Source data
********

"""Shared builders of small synthetic cases (DEM GeoTIFF, station CSV, config, outlines).

Test modules reach them through the ``builders`` fixture (``builders.write_dem(...)``);
no test module imports from another.
"""

from __future__ import annotations

import warnings
from pathlib import Path
from types import SimpleNamespace

import numpy as np
import pandas as pd
import pytest
import rasterio
import shapely
import tomli_w
from pyogrio import raw
from rasterio.transform import from_origin

from firnline.kernel import Daily as _KernelDaily
from firnline.observations import POINT_COLUMNS

CRS = "EPSG:32632"


def write_dem(path: Path, elevation: np.ndarray, cell=50.0, x0=600000.0, y0=5150000.0, crs=CRS,
              nodata=-9999.0) -> Path:
    z = np.where(np.isfinite(elevation), elevation, nodata).astype("float32")
    with rasterio.open(path, "w", driver="GTiff", width=z.shape[1], height=z.shape[0], count=1,
                       dtype="float32", crs=crs, transform=from_origin(x0, y0, cell, cell),
                       nodata=nodata) as dst:
        dst.write(z, 1)
    return path


def write_sparse_dem(path: Path, size: int, cell=1.0) -> Path:
    """A sparse, tiled size x size DEM: its header says size**2 cells, the file holds one 256-cell block."""
    with rasterio.open(path, "w", driver="GTiff", width=size, height=size, count=1, dtype="float32",
                       crs=CRS, transform=from_origin(600000, 5150000, cell, cell), nodata=-9999,
                       tiled=True, SPARSE_OK=True, BIGTIFF="YES") as dst:
        dst.write(np.full((256, 256), 2500, dtype="float32"), 1, window=((0, 256), (0, 256)))
    return path


def ramp(ny=20, nx=10, z_top=3000.0, z_bottom=2000.0) -> np.ndarray:
    """A plane rising northwards (row 0 is north) from z_bottom to z_top at the row centres."""
    z = np.linspace(z_top, z_bottom, ny)
    return np.repeat(z[:, None], nx, axis=1)


def write_station(path: Path, start="2016-10-01", end="2018-09-30", t=5.0, p=5.0) -> Path:
    dates = pd.date_range(start, end, freq="D")
    tt = np.broadcast_to(np.asarray(t, float), dates.shape) if np.ndim(t) == 0 else np.asarray(t)
    pp = np.broadcast_to(np.asarray(p, float), dates.shape) if np.ndim(p) == 0 else np.asarray(p)
    pd.DataFrame({"date": dates.strftime("%Y-%m-%d"), "temperature_c": tt,
                  "precipitation_mm": pp}).to_csv(path, index=False)
    return path


def write_config(path: Path, sections: dict) -> Path:
    path.write_text(tomli_w.dumps(sections))
    return path


def write_outlines(path, names, geoms, driver, crs="EPSG:4326", layer=None, extra=None, append=False):
    """Write outlines with pyogrio (geometry None = a feature without geometry)."""
    wkb = np.array([None if g is None else shapely.to_wkb(g) for g in geoms], dtype=object)
    fields, data = ["name"], [np.array(names, dtype=object)]
    for key, values in (extra or {}).items():
        fields.append(key)
        data.append(np.asarray(values))
    gtype = "MultiPolygon" if driver == "ESRI Shapefile" else "Unknown"
    with warnings.catch_warnings():
        warnings.simplefilter("ignore", UserWarning)  # pyogrio: no crs given
        raw.write(
            str(path), wkb, data, fields, driver=driver, crs=crs, layer=layer,
            geometry_type=gtype, append=append,
        )
    return path


def base_sections(station_elevation=2000.0) -> dict:
    return {
        "site": {"name": "test plane"},
        "dem": {"path": "dem.tif"},
        "climate": {"station_file": "station.csv", "station_elevation_m": station_elevation},
        "output": {"dir": "out"},
        # the synthetic cases keep the pure degree-day physics their hand-worked closed forms
        # assume (no sliding, refreezing, firn or spin-up); tests of those processes switch them on
        "snow": dict(PRE_ISSUE_SNOW),
    }


def folder_case(folder: Path, start="2015-10-01", end="2018-09-30", **overrides) -> Path:
    """A planar glacier 2000..3000 m, constant forcing, three balance years (2016-2018)."""
    folder.mkdir(parents=True, exist_ok=True)
    write_dem(folder / "dem.tif", ramp())
    write_station(folder / "station.csv", start, end, t=5.0, p=5.0)
    sec = base_sections()
    for k, v in overrides.items():
        sec.setdefault(k, {}).update(v)
    return write_config(folder / "case.toml", sec)


def snapshot(folder: Path) -> dict:
    """{relative path: bytes} of every file below ``folder`` (hidden ones included)."""
    if not folder.exists():
        return {}
    return {str(p.relative_to(folder)): p.read_bytes() for p in sorted(folder.rglob("*")) if p.is_file()}


def work_entries(out: Path) -> list[str]:
    """firnline's work entries beside ``out`` (staging, earlier set, lock)."""
    return sorted(p.name for p in out.parent.iterdir() if p.name.startswith(f".{out.name}.firnline-"))


def seasonal(tmp_path: Path, years=3, seed=7) -> Path:
    """A planar glacier 1800..3500 m under a seasonal, noisy station record (3 balance years)."""
    end = 2015 + years
    dates = pd.date_range("2015-10-01", f"{end}-09-30", freq="D")
    rng = np.random.default_rng(seed)
    t = 2 + 8 * np.sin(2 * np.pi * (np.arange(len(dates)) - 100) / 365.25) + rng.normal(0, 3, len(dates))
    p = rng.gamma(0.6, 8, len(dates))
    write_dem(tmp_path / "dem.tif", ramp(40, 3, 3500.0, 1800.0))
    write_station(tmp_path / "station.csv", "2015-10-01", f"{end}-09-30", t, p)
    return write_config(tmp_path / "case.toml", base_sections(1800.0))


CALIBRATION_STAKE_ROWS = (1, 6, 10, 14, 18)   # DEM rows of the calibration case's stakes (row 0: 3200 m)


def seasonal_station(path: Path, start="2016-10-01", end="2019-09-30", seed=3) -> Path:
    """An invented station record: seasonal temperature cycle with noise, gamma precipitation."""
    dates = pd.date_range(start, end, freq="D")
    doy = dates.day_of_year.to_numpy()
    rng = np.random.default_rng(seed)
    t = 4.0 - 9.0 * np.cos(2 * np.pi * (doy - 20) / 365.0) + rng.normal(0.0, 3.0, dates.size)
    p = rng.gamma(0.6, 8.0, dates.size)
    pd.DataFrame({"date": dates.strftime("%Y-%m-%d"), "temperature_c": t.round(2),
                  "precipitation_mm": p.round(2)}).to_csv(path, index=False)
    return path


def calibration_sections(melt: dict, **extra) -> dict:
    sec = base_sections(2000.0)
    sec["melt"] = dict(melt)
    for k, v in extra.items():
        sec.setdefault(k, {}).update(v)
    return sec


@pytest.fixture
def calibration_case(tmp_path):
    """A calibration case: ``calibration_case(truth, start)`` writes the DEM (a plane 2200..3200 m,
    20 x 10 cells of 50 m), a seasonal station record and the observations the model makes with
    the factors ``truth`` (stakes on CALIBRATION_CALIBRATION_STAKE_ROWS, glacier-wide annual balances).

    Returns a dict with the folder, the truth run, the observations, the stake rows and a
    ``config(**sections)`` writer of a calibration config that starts from ``start``.
    """
    def build(truth: dict, start: dict) -> dict:
        return _calibration_case(tmp_path, truth, start)
    return build


def _calibration_case(tmp_path, truth_values: dict, start: dict) -> dict:
    import firnline
    write_dem(tmp_path / "dem.tif", ramp(20, 10, 3200.0, 2200.0))
    seasonal_station(tmp_path / "station.csv")
    truth_cfg = write_config(tmp_path / "truth.toml", calibration_sections(truth_values))
    truth = firnline.run(firnline.load_config(truth_cfg))
    ds = truth.fields
    x, y = ds.x.values, ds.y.values
    stakes = []
    for j, r in enumerate(CALIBRATION_STAKE_ROWS):
        for k, year in enumerate(ds.balance_year.values):
            stakes.append([f"S{j}", x[3], y[r], f"{year - 1}-10-01", f"{year}-09-30",
                           float(ds.annual_balance.values[k, r, 3]), 0.15])
            stakes.append([f"S{j}", x[3], y[r], f"{year - 1}-10-01", f"{year}-04-30",
                           float(ds.winter_balance.values[k, r, 3]), 0.15])
    stakes = pd.DataFrame(stakes, columns=list(POINT_COLUMNS))
    s = truth.summary
    glacier = pd.DataFrame({"glacier": s.glacier, "start_date": [f"{v - 1}-10-01" for v in s.balance_year],
                            "end_date": [f"{v}-09-30" for v in s.balance_year],
                            "balance_mwe": s.annual_balance_mwe, "sigma_mwe": 0.2})
    stakes.to_csv(tmp_path / "stakes.csv", index=False)
    glacier.to_csv(tmp_path / "glacier_balances.csv", index=False)

    def config(name="cal.toml", melt=None, calibration=None, observations=None, **extra):
        obs = {"point_balances": "stakes.csv", "glacier_balances": "glacier_balances.csv"}
        obs.update(observations or {})
        obs = {k: v for k, v in obs.items() if v is not None}   # None: leave the key out
        cal = {"parameters": ["ddf_snow_mm_per_day_k", "ddf_ice_mm_per_day_k"]}
        cal.update(calibration or {})
        sec = calibration_sections(melt or start, observations=obs, calibration=cal, **extra)
        return write_config(tmp_path / name, sec)

    return {"dir": tmp_path, "truth": truth, "stakes": stakes, "glacier": glacier, "config": config,
            "stake_rows": CALIBRATION_STAKE_ROWS}


#: the daily terms of the runoff contract, for hand-made daily arrays (the kernel's own names)
Daily = _KernelDaily


def one_sentence_no_traceback(err: str) -> str:
    assert "Traceback" not in err
    lines = [ln for ln in err.strip().splitlines() if ln.strip()]
    assert len(lines) == 1, err
    assert lines[0].startswith("firnline: ")
    return lines[0]
#: every [snow] process of issue 11 switched off: the model as it was before them
PRE_ISSUE_SNOW = {"redistribution": "none", "refreezing": "none", "firn_years": 0, "spinup_years": 0}


@pytest.fixture
def plane_case(tmp_path):
    """A planar glacier 2000..3000 m under constant forcing; returns a builder."""
    def build(t=5.0, p=5.0, start="2016-10-01", end="2018-09-30", **overrides):
        write_dem(tmp_path / "dem.tif", ramp())
        write_station(tmp_path / "station.csv", start, end, t, p)
        sec = base_sections()
        for k, v in overrides.items():
            sec.setdefault(k, {}).update(v)
        return write_config(tmp_path / "case.toml", sec)
    return build


@pytest.fixture(scope="session")
def demo_run(tmp_path_factory):
    """The demo written by ``firnline demo`` and run once with the report (shared by the
    report tests): returns (inputs folder, output folder)."""
    from firnline.cli import main

    folder = tmp_path_factory.mktemp("demo_report")
    assert main(["demo", str(folder / "in"), "--quiet"]) == 0
    out = folder / "out"
    assert main(["run", str(folder / "in" / "demo.toml"), "--out", str(out), "--quiet"]) == 0
    return folder / "in", out


# ----------------------------------------------------------------------------
# kernel cases
# ----------------------------------------------------------------------------

LAPSE = -0.0065  # K per m: ICAO Standard Atmosphere (Doc 7488) / ISO 2533:1975 tropospheric lapse rate


def kernel_params(**kw):
    """Kernel parameters of the hand-worked kernel cases (all precipitation snow below 9 C)."""
    from firnline.kernel import KernelParams
    base = dict(lapse_rate_k_per_m=(LAPSE,) * 12, precip_gradient_per_m=0.0, precip_factor=1.0,
                snow_c=9.0, rain_c=10.0, threshold_c=0.0, ddf_snow=5.0, ddf_ice=8.0)
    base.update(kw)
    return KernelParams(**base)


def constant_record(n_days=365, t=5.0, p=5.0, winter_days=212):
    """One balance year of constant forcing (no leap day), winter first:
    (T, P, month, day of year, year index, winter)."""
    T = np.full(n_days, t)
    P = np.full(n_days, p)
    month = np.ones(n_days, int)
    doy = (np.arange(n_days) % 365) + 1
    year = np.zeros(n_days, int)
    winter = np.arange(n_days) < winter_days
    return T, P, month, doy, year, winter


def station_run(z, ice, z_station, T, P, month, doy, year, winter, params, warming_k=(0.0,),
                precip_change_pct=(0.0,), radiation=None, snapshot_days=None):
    """The kernel in station mode from plain arrays (uniform scenarios)."""
    from firnline.kernel import Calendar, Cells, Scenarios, StationForcing, run_kernel
    return run_kernel(Cells(z, ice, radiation), Calendar(month, doy, year, winter),
                      StationForcing(T, P, z_station), params,
                      Scenarios.uniform(warming_k, precip_change_pct), snapshot_days=snapshot_days)


@pytest.fixture(scope="session")
def builders():
    """The builders above as one namespace: ``builders.write_dem(...)``, ``builders.ramp()``, ..."""
    return SimpleNamespace(write_dem=write_dem, write_sparse_dem=write_sparse_dem, ramp=ramp,
                           write_station=write_station,
                           write_config=write_config, write_outlines=write_outlines,
                           base_sections=base_sections, folder_case=folder_case, snapshot=snapshot,
                           work_entries=work_entries, seasonal=seasonal, seasonal_station=seasonal_station,
                           calibration_sections=calibration_sections,
                           one_sentence_no_traceback=one_sentence_no_traceback,
                           kernel_params=kernel_params, constant_record=constant_record,
                           station_run=station_run, Daily=Daily)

********

EXERCISE BRIEF. From the entries above, extract every line where the word "under" appears.

TASK ANSWER.
    """A planar glacier 1800..3500 m under a seasonal, noisy station record (3 balance years)."""
    """A planar glacier 2000..3000 m under constant forcing; returns a builder."""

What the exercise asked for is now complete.